## TASK GOAL
Your answer must be the lines of the entries below, exactly as written, from the first line through the line containing "export function useUpdateJob(id: number)".
** Opening MATERIAL FOR THIS EXERCISE block **
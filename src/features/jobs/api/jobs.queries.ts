import { keepPreviousData, queryOptions, useMutation, useQueryClient, type QueryClient } from "@tanstack/react-query";
import { api } from "@/lib/api-client";
import type { Page } from "@shared/api/pagination";
import type { Stage } from "@shared/domain/stages";
import type {
  BoardDto,
  ChangeStageInput,
  CreateJobInput,
  JobDetailDto,
  JobDto,
  JobSortField,
  UpdateJobInput,
} from "@shared/schemas/job.schema";

export type JobListParams = {
  page?: number;
  pageSize?: number;
  q?: string;
  sort?: JobSortField | `-${JobSortField}`;
  stage?: Stage[];
  customerId?: number;
  painterId?: string;
  due?: "overdue" | "week";
};

export const jobKeys = {
  all: ["jobs"] as const,
  lists: () => [...jobKeys.all, "list"] as const,
  list: (params: JobListParams) => [...jobKeys.lists(), params] as const,
  board: () => [...jobKeys.all, "board"] as const,
  details: () => [...jobKeys.all, "detail"] as const,
  detail: (id: number) => [...jobKeys.details(), id] as const,
};

export const jobQueries = {
  list: (params: JobListParams) =>
    queryOptions({
      queryKey: jobKeys.list(params),
      queryFn: ({ signal }) => api.get<Page<JobDto>>("/jobs", { query: params, signal }),
      placeholderData: keepPreviousData,
    }),
  board: () =>
    queryOptions({
      queryKey: jobKeys.board(),
      queryFn: ({ signal }) => api.get<BoardDto>("/jobs/board", { signal }),
      refetchInterval: 60_000,
    }),
  detail: (id: number) =>
    queryOptions({
      queryKey: jobKeys.detail(id),
      queryFn: ({ signal }) => api.get<JobDetailDto>(`/jobs/${id}`, { signal }),
    }),
};

/** After any write to a job: its detail is replaced, every list and the board are refetched. */
function afterJobWrite(queryClient: QueryClient, job?: JobDetailDto) {
  if (job) queryClient.setQueryData(jobKeys.detail(job.id), job);
  return Promise.all([
    queryClient.invalidateQueries({ queryKey: jobKeys.lists() }),
    queryClient.invalidateQueries({ queryKey: jobKeys.board() }),
  ]);
}

export function useCreateJob() {
  const queryClient = useQueryClient();
  return useMutation({
    mutationFn: (input: CreateJobInput) => api.post<JobDetailDto>("/jobs", input),
    onSuccess: (job) => afterJobWrite(queryClient, job),
  });
}

export function useUpdateJob(id: number) {
  const queryClient = useQueryClient();
  return useMutation({
    mutationFn: (input: UpdateJobInput) => api.patch<JobDetailDto>(`/jobs/${id}`, input),
    onSuccess: (job) => afterJobWrite(queryClient, job),
  });
}

export function useDeleteJob() {
  const queryClient = useQueryClient();
  return useMutation({
    mutationFn: (id: number) => api.delete(`/jobs/${id}`),
    // Gone from the cached pages at once, so the table shown next never offers it (or prefetches it) while it
    // refreshes. Its own query is left alone: the screen that showed it stays mounted until the next screen's code
    // has loaded, and removing the query under it would fetch the deleted job again (a 404). Unused, it is
    // garbage-collected like any other.
    onSuccess: (_data, id) => {
      queryClient.setQueriesData<Page<JobDto>>({ queryKey: jobKeys.lists() }, (page) => (page ? { ...page, items: page.items.filter((j) => j.id !== id), total: page.total - (page.items.some((j) => j.id === id) ? 1 : 0) } : page));
      return afterJobWrite(queryClient);
    },
  });
}

export type StageMove = ChangeStageInput & { jobId: number };

/** Moves a job. The board shows the move as soon as the server accepts it, then refetches. */
export function useChangeStage() {
  const queryClient = useQueryClient();
  return useMutation({
    mutationFn: ({ jobId, ...input }: StageMove) => api.post<JobDetailDto>(`/jobs/${jobId}/stage`, input),
    onSuccess: (job) => {
      const boardKey = jobQueries.board().queryKey;
      const board = queryClient.getQueryData(boardKey);
      if (board) queryClient.setQueryData(boardKey, moveOnBoard(board, job.id, job.stage));
      return afterJobWrite(queryClient, job);
    },
  });
}

function moveOnBoard(board: BoardDto, jobId: number, to: Stage): BoardDto {
  const job = board.columns.flatMap((c) => c.jobs).find((j) => j.id === jobId);
  if (!job) return board;
  return {
    columns: board.columns.map((column) => {
      if (column.stage === job.stage)
        return { ...column, total: column.total - 1, jobs: column.jobs.filter((j) => j.id !== jobId) };
      if (column.stage === to) return { ...column, total: column.total + 1, jobs: [{ ...job, stage: to }, ...column.jobs] };
      return column;
    }),
  };
}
** Closing MATERIAL FOR THIS EXERCISE block **
## ANSWER BELOW
filename src/features/jobs/api/jobs.queries.ts
import { keepPreviousData, queryOptions, useMutation, useQueryClient, type QueryClient } from "@tanstack/react-query";
import { api } from "@/lib/api-client";
import type { Page } from "@shared/api/pagination";
import type { Stage } from "@shared/domain/stages";
import type {
  BoardDto,
  ChangeStageInput,
  CreateJobInput,
  JobDetailDto,
  JobDto,
  JobSortField,
  UpdateJobInput,
} from "@shared/schemas/job.schema";

export type JobListParams = {
  page?: number;
  pageSize?: number;
  q?: string;
  sort?: JobSortField | `-${JobSortField}`;
  stage?: Stage[];
  customerId?: number;
  painterId?: string;
  due?: "overdue" | "week";
};

export const jobKeys = {
  all: ["jobs"] as const,
  lists: () => [...jobKeys.all, "list"] as const,
  list: (params: JobListParams) => [...jobKeys.lists(), params] as const,
  board: () => [...jobKeys.all, "board"] as const,
  details: () => [...jobKeys.all, "detail"] as const,
  detail: (id: number) => [...jobKeys.details(), id] as const,
};

export const jobQueries = {
  list: (params: JobListParams) =>
    queryOptions({
      queryKey: jobKeys.list(params),
      queryFn: ({ signal }) => api.get<Page<JobDto>>("/jobs", { query: params, signal }),
      placeholderData: keepPreviousData,
    }),
  board: () =>
    queryOptions({
      queryKey: jobKeys.board(),
      queryFn: ({ signal }) => api.get<BoardDto>("/jobs/board", { signal }),
      refetchInterval: 60_000,
    }),
  detail: (id: number) =>
    queryOptions({
      queryKey: jobKeys.detail(id),
      queryFn: ({ signal }) => api.get<JobDetailDto>(`/jobs/${id}`, { signal }),
    }),
};

/** After any write to a job: its detail is replaced, every list and the board are refetched. */
function afterJobWrite(queryClient: QueryClient, job?: JobDetailDto) {
  if (job) queryClient.setQueryData(jobKeys.detail(job.id), job);
  return Promise.all([
    queryClient.invalidateQueries({ queryKey: jobKeys.lists() }),
    queryClient.invalidateQueries({ queryKey: jobKeys.board() }),
  ]);
}

export function useCreateJob() {
  const queryClient = useQueryClient();
  return useMutation({
    mutationFn: (input: CreateJobInput) => api.post<JobDetailDto>("/jobs", input),
    onSuccess: (job) => afterJobWrite(queryClient, job),
  });
}

export function useUpdateJob(id: number) {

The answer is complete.